If you like the films in ONE WORLD UNSPOKEN, you may also like these…

HOMO SAPIENS
Directed by Nikolaus Geyrhalter  (2016) 94 mins

The finiteness and fragility of human existence and the end of the industrial age are represented by static shots of empty rooms, ruins and decaying spaces as they are gradually reclaimed by nature after the inhabitants have gone.  Regarded as a documentary and science fiction because its imagery shows a crumbling, dystopian desolation, Geyrhalter’s observational films are often about the ecological battlegrounds between humans and the environment.
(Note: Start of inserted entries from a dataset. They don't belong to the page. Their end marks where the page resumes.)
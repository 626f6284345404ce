import { studies } from '@evenrule/api/contract'
import { computed, ref, shallowRef, type ComputedRef, type Ref, type ShallowRef } from 'vue'
import { useForm, type Form } from '../../forms/useForm'
import { useApi } from '../../session/client'
import { useSession } from '../../session/useSessionStore'
import { orNull, useHere, type Loaded } from '../common'
import { entryInput, entryProblems, entryStart, nothingChosen, shownInput, type EntryValues } from './entry'
import { countingData, keptReadings } from './studyText'
import { useAsked } from './useAsked'

export interface Entry {
  form: Form<EntryValues>
  file: ShallowRef<File | undefined>
  preview: Loaded<studies.ReadingsPreview | null>
  /** True computes, false keeps. */
  complete: Ref<boolean>
  kept: ComputedRef<number>
  /** Readings that stand before those entered here. */
  before(): number
  /** Takes the file to read. */
  choose(file: File): void
  /** Takes another sheet; what was chosen of the sheet before counts no longer. */
  chooseSheet(sheet: string): void
  /** Reads anew without what is remembered and what was chosen. */
  detect(): void
  /** Whether everything that can be checked here is in order. */
  ready(): boolean
}

const localToday = (): string => {
  const now = new Date()
  return [now.getFullYear(), now.getMonth() + 1, now.getDate()]
    .map((part) => String(part).padStart(2, '0'))
    .join('-')
}

/** Entering, or correcting, the readings of a study: what is typed, how the server reads it, and storing it. */
export function useEntry(
  study: studies.Study,
  correcting: boolean,
  done: (study: studies.Study) => void,
): Entry {
  const api = useApi()
  const here = useHere()
  const session = useSession()
  const at = here.params({ studyId: study.id })
  const file = shallowRef<File>()
  const complete = ref(true)
  const last = countingData(study)
  const kept = computed(() => (correcting ? 0 : keptReadings(study)))

  const problems = (values: EntryValues) =>
    entryProblems(values, {
      hasInput: entryInput(values, Boolean(file.value)) !== null,
      preview: preview.data.value ?? null,
      correcting,
    })
  const form: Form<EntryValues> = useForm({
    initial: entryStart({
      planned: study.plannedReadings,
      kept: kept.value,
      texts: correcting ? (last?.texts ?? []) : [],
      today: last?.collectedOn ?? localToday(),
      me: session.person?.id ?? '',
      appraiser: last?.appraiser ?? '',
    }),
    storageKey: `readings.${study.id}${correcting ? '.correct' : ''}`,
    validate: problems,
    submit: (values) =>
      api.call(studies.storeReadings, {
        params: at,
        body: {
          ...toStore(values),
          append: values.append,
          expectedVersion: study.rowVersion,
          complete: complete.value,
          leaveOutBadRows: values.leaveOutBadRows,
          collectedOn: values.collectedOn,
          takenBy: values.takenBy,
          appraiser: values.appraiser.trim(),
          reason: orNull(values.reason),
        },
        ...(values.source === 'uploaded' && file.value ? { file: file.value } : {}),
      }),
    done,
  })

  /** As it is shown, once the answer on what is entered now is there. */
  function toStore(values: EntryValues) {
    const input = entryInput(values, Boolean(file.value)) ?? { source: values.source }
    const { data, loading, error } = preview
    return shownInput(input, loading.value || error.value ? null : (data.value ?? null))
  }

  const stamp = computed(() => file.value && [file.value.name, file.value.size, file.value.lastModified])
  const preview = useAsked(
    () => {
      const input = entryInput(form.values, Boolean(file.value))
      const { append, asRemembered } = form.values
      return input && { body: { ...input, append, asRemembered }, stamp: stamp.value }
    },
    ({ body }) =>
      api.call(studies.previewReadings, {
        params: at,
        body,
        ...(body.source === 'uploaded' && file.value ? { file: file.value } : {}),
      }),
  )
  const take = (values: Partial<EntryValues>) => {
    for (const [name, value] of Object.entries(values)) form.field(name)['onUpdate:modelValue'](value)
  }
  return {
    form,
    file,
    preview,
    complete,
    kept,
    before: () => (form.values.append ? kept.value : 0),
    choose(chosen) {
      if (chosen.name !== form.values.file) take(nothingChosen())
      file.value = chosen
      form.field('file')['onUpdate:modelValue'](chosen.name)
    },
    chooseSheet: (sheet) => take({ ...nothingChosen(), sheet }),
    detect: () => take({ ...nothingChosen(), asRemembered: false }),
    ready: () => Object.values(problems(form.values)).every((problem) => problem === undefined),
  }
}
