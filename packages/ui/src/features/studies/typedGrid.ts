/** Cells of a pasted column, row or block, in reading order; empty ends are dropped. */
export function pastedCells(text: string): string[] {
  const cells = text
    .replace(/\r\n?/g, '\n')
    .split(/[\n\t]/)
    .map((cell) => cell.trim())
  while (cells.length && cells.at(-1) === '') cells.pop()
  return cells
}

/** The grid after several cells were pasted at one: they fill it downwards, and it grows where they need room. */
export function spreadPaste(cells: readonly string[], at: number, text: string): string[] {
  const next = [...cells]
  pastedCells(text).forEach((cell, offset) => (next[at + offset] = cell))
  return Array.from(next, (cell) => cell ?? '')
}

/** Typed cells as the text that is sent, one reading a line; cells left empty at the end are no readings. */
export function typedText(cells: readonly string[]): string {
  const filled = [...cells]
  while (filled.length && filled.at(-1)?.trim() === '') filled.pop()
  return filled.join('\n')
}

const mostRows = 200

/** Empty cells to start typing into: as many as are planned and not kept yet, within reason. */
export const emptyGrid = (planned: number, kept: number): string[] =>
  Array.from({ length: Math.min(Math.max(planned - kept, 1), mostRows) }, () => '')
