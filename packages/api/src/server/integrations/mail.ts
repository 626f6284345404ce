import nodemailer from 'nodemailer'

export interface OutgoingMail {
  /** The same for every try of one mail, so that a duplicate can be recognised. */
  messageId: string
  to: { name: string; address: string }
  subject: string
  text: string
  date: string
}

export interface MailTransport {
  /** Resolves once the mail server has taken the mail over. */
  send(mail: OutgoingMail): Promise<void>
  close(): void
}

/** No phase of a delivery may take longer than this, milliseconds. */
const patience = 20_000

/** Opens the mail server at `url`; nothing is connected before the first mail. */
export function openMail({ url, from }: { url: string; from: string }): MailTransport {
  const transport = nodemailer.createTransport(
    {
      url,
      connectionTimeout: patience,
      greetingTimeout: patience,
      socketTimeout: patience,
      // Nothing in a mail may make the worker read a file or an address.
      disableFileAccess: true,
      disableUrlAccess: true,
    },
    { from },
  )
  return {
    async send({ messageId, to, subject, text, date }) {
      await transport.sendMail({
        messageId,
        to,
        subject,
        text,
        date,
        // So that holiday replies are not sent back.
        headers: { 'Auto-Submitted': 'auto-generated' },
      })
    },
    close: () => transport.close(),
  }
}
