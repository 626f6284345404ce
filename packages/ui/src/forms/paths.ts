/** Reads `a.b.0` out of nested objects and lists; undefined where the way ends early. */
export function getPath(values: unknown, path: string): unknown {
  return path
    .split('.')
    .reduce<unknown>(
      (at, key) => (at === null || at === undefined ? undefined : (at as Record<string, unknown>)[key]),
      values,
    )
}

/** Sets `a.b.0` in nested objects and lists, making objects on the way. */
export function setPath(values: object, path: string, value: unknown): void {
  const keys = path.split('.')
  const last = keys.pop()
  if (last === undefined) return
  let at = values as Record<string, unknown>
  for (const key of keys) {
    if (typeof at[key] !== 'object' || at[key] === null) at[key] = {}
    at = at[key] as Record<string, unknown>
  }
  at[last] = value
}

/** A deep copy of plain form values, without Vue's proxies. */
export const copy = <T>(values: T): T =>
  values === undefined ? values : (JSON.parse(JSON.stringify(values)) as T)

/** Whether two sets of plain form values are the same. */
export const same = (a: unknown, b: unknown): boolean => JSON.stringify(a) === JSON.stringify(b)
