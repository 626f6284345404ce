import type { studies } from '@evenrule/api/contract'
import type { Verdict } from '@evenrule/metrology'
import { formatCount, formatDate, inSentence } from '../../format'
import { attemptText, collectWords, studyResultWords } from '../../strings/studies'
import { taskWords } from '../../strings/tasks'
import { characteristicText } from '../parts/tolerance'
import { resultOf, type ClauseResult } from '../results'

type Study = studies.Study
export type StudyTask = Study['tasks'][number]

/** "bore gauge BG-14" */
export const gaugeText = ({ gauge }: Pick<Study, 'gauge'>): string =>
  `${inSentence(gauge.name)} ${gauge.code}`

/** The question a study answers, for one characteristic or several. */
export function studyQuestion(study: Study): string {
  const [only, ...others] = study.tasks
  if (only && others.length === 0)
    return taskWords.question(gaugeText(study), inSentence(characteristicText(only.characteristic)))
  return studyResultWords.question(gaugeText(study), study.tasks.length)
}

/** The results of every task of a study, each clause with the agreement it was frozen from. */
export function resultsByTask(study: Study): { task: StudyTask; results: ClauseResult[] }[] {
  return study.tasks.map((task) => ({
    task,
    results: task.criteria.flatMap((frozen) => {
      const evaluation = study.evaluations.find(
        (each) => each.taskId === task.taskId && each.clauseKey === frozen.clauseKey,
      )
      return evaluation ? [resultOf(evaluation, frozen)] : []
    }),
  }))
}

/** The revision whose readings count: the one computed, else the newest. */
export const countingData = (study: Study): studies.StudyRevision | undefined =>
  study.data.find(({ id }) => id === study.evaluatedDataId) ?? study.data[0]

/** Readings kept so far, while more may follow. */
export const keptReadings = (study: Study): number => study.data[0]?.texts.length ?? 0

/** "agreement 3", "agreements 3 and 5", or nothing where none was in force. */
function agreementsText(study: Study): string {
  const numbers = [
    ...new Set(study.tasks.flatMap(({ criteria }) => criteria.map(({ agreementNumber }) => agreementNumber))),
  ].sort((a, b) => a - b)
  return numbers.length ? studyResultWords.agreements(numbers) : ''
}

const attemptOf = ({ tasks }: Study): string => {
  const [first, ...others] = tasks
  return first && others.every(({ attempt }) => attempt === first.attempt) ? attemptText(first.attempt) : ''
}

/** The quiet line under a computed study's answer. */
export function resultMeta(study: Study): string {
  const data = countingData(study)
  const files = new Set(study.data.flatMap(({ file }) => (file ? [file.sha256] : []))).size
  return [
    [studyResultWords.registered(formatDate(study.registeredAt), agreementsText(study)), attemptOf(study)]
      .filter(Boolean)
      .join(', '),
    study.registeredBeforehand ? '' : collectWords.notBeforehand,
    data && studyResultWords.taken(data.texts.length, data.appraiser, formatDate(data.collectedOn)),
    data && data.reason ? studyResultWords.revision(data.revision) : '',
    files ? `${formatCount(files, 'file')} kept` : '',
  ]
    .filter(Boolean)
    .join(' · ')
}

/** The quiet line of a study that still waits for readings. */
export function collectMeta(study: Study): string {
  const [only, ...others] = study.tasks
  return [
    only && others.length === 0
      ? collectWords.gaugeFor(
          `${study.gauge.name} ${study.gauge.code}`,
          inSentence(characteristicText(only.characteristic)),
        )
      : `${study.gauge.name} ${study.gauge.code}`,
    collectWords.on(study.standard.code),
    [collectWords.registered(formatDate(study.registeredAt), study.registeredBy.name), attemptOf(study)]
      .filter(Boolean)
      .join(', '),
    study.registeredBeforehand ? '' : collectWords.notBeforehand,
  ]
    .filter(Boolean)
    .join(' · ')
}

/** The verdict of the whole study in a list, from how many clauses have which; null where none was agreed. */
export function verdictOf(counts: Partial<Record<Verdict, number>> | null): {
  verdict: Verdict
  met: number
  total: number
} | null {
  if (!counts) return null
  const total = Object.values(counts).reduce((sum, count) => sum + count, 0)
  if (total === 0) return null
  const order = ['falls-short', 'not-shown', 'meets-with-conditions'] as const
  return {
    verdict: order.find((verdict) => counts[verdict]) ?? 'meets',
    met: (counts.meets ?? 0) + (counts['meets-with-conditions'] ?? 0),
    total,
  }
}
Sight and Sound said “His preferred aesthetic strategy involves shooting from a distanced and fixed camera position to create monumental tableaux that are at once impressive and terrifying, and a lot of the films' moral and political power derives from the disconcerting tension between these two poles."

BEHEMOTH
Directed by Zhaio Liang  (2015) 95 mins

Liang’s documentary reflects the environmental, sociological and public health effects of coal mining in China and Inner Mongolia.  Its sometimes surreal photography contains allusions to Dante’s Divine Comedy, adopting both its character archetypes and general plot structure of Hell, Purgatory and Paradise.  Clear in its messaging about the ravages of the land and people’s health and lifestyle, Lee Marshall in Screen Daily wrote “This metaphysical vein is also present in two recurrent magic-realist tropes, one featuring static long shots of a naked man curled foetally in the barren landscape, the other a sort of pilgrim everyman figure who walks through the film’s settings with a mirror on his back – a dig, perhaps, at China’s relentless, blinkered progress, which can’t or won’t look at what it’s leaving behind for the future.”

ALL IS LOST
Directed by J C Chandor  (2013) 106 mins

Robert Redford plays an anonymous sailor whose yacht hits a floating shipping container in the middle of the Indian Ocean.  The isolation is palpable with the use of vast seascapes and immersive sound design.  What begins as a visceral survival story about coping with a desperate situation becomes a film about existentialism.  Geoffrey Macnab’s review in The Independent said “There are beautiful sunsets and cloudscapes as well as underwater sequences which show the marine life alongside Redford’s amoeba-shaped dinghy. The sound editing is remarkably detailed and does much of the work that dialogue would do in a more conventional film. Every creak of the boat or hiss of the wind is registered. Alex Ebert’s ambient, haunting music gives the film an elegiac feel”.